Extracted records
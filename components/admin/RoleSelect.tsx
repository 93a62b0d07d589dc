'use client';

import { useState } from 'react';
import { ErrorSummary } from '@/components/form/ErrorSummary';
import { useSending } from '@/components/form/use-sending';

type Props = { id: string; name: string; role: string; roles: readonly string[] };

/** Gives a person another role: chosen first, then given. */
export function RoleSelect({ id, name, role, roles }: Props) {
  const [given, setGiven] = useState(role);
  const [chosen, setChosen] = useState(role);
  const { sending, errors, summary, send } = useSending();

  async function give() {
    const answer = await send({ method: 'PUT', url: `/api/admin/people/${id}/role`, body: { role: chosen } });
    if (answer) setGiven(chosen);
  }

  return (
    <div>
      <div className="flex flex-wrap gap-2">
        <select
          aria-label={`Role of ${name}`}
          className="field"
          value={chosen}
          onChange={(event) => setChosen(event.target.value)}
        >
          {roles.map((one) => (
            <option key={one}>{one}</option>
          ))}
        </select>
        {chosen !== given && (
          <button type="button" className="action" disabled={sending} onClick={() => void give()}>
            Make {name} {chosen}
          </button>
        )}
      </div>
      <p role="status">
        {given !== role && chosen === given ? `${name} is ${given} from their next page on.` : ''}
      </p>
      <ErrorSummary ref={summary} errors={errors} labels={{}} />
    </div>
  );
}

# Your task
Copy each line in the data that holds the word "className".

# Response to this task
      <div className="flex flex-wrap gap-2">
          className="field"
          <button type="button" className="action" disabled={sending} onClick={() => void give()}>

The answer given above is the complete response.